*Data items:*
Start of Block

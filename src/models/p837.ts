/**
 * Rain rate exceeded for 0.01 % of an average year by rain-climate zone — the
 * zone table of the older ITU-R P.837-1 (from memory; a user should give a site
 * value of R0.01 from the current P.837 maps when available).
 */
export const RAIN_ZONE_R001_MM_H: Readonly<Record<string, number>> = Object.freeze({
  A: 8, B: 12, C: 15, D: 19, E: 22, F: 28, G: 30, H: 32, J: 35, K: 42, L: 60, M: 63, N: 95, P: 145, Q: 115,
});

/** R0.01 (mm/h) for a P.837-1 climate zone letter (from memory). Throws RangeError for an unknown zone. */
export function rainRateForZone(zone: string): number {
  const r = Object.prototype.hasOwnProperty.call(RAIN_ZONE_R001_MM_H, zone) ? RAIN_ZONE_R001_MM_H[zone] : undefined;
  if (r === undefined) {
    throw new RangeError(`rainRateForZone: zone = ${JSON.stringify(zone)} is outside ${Object.keys(RAIN_ZONE_R001_MM_H).join(', ')}`);
  }
  return r;
}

End of Block

*WHAT THE EXERCISE ASKS:* Look through the entries above for the word "const". Copy every line where it shows up.

*EXERCISE OUTPUT:*
export const RAIN_ZONE_R001_MM_H: Readonly<Record<string, number>> = Object.freeze({
  const r = Object.prototype.hasOwnProperty.call(RAIN_ZONE_R001_MM_H, zone) ? RAIN_ZONE_R001_MM_H[zone] : undefined;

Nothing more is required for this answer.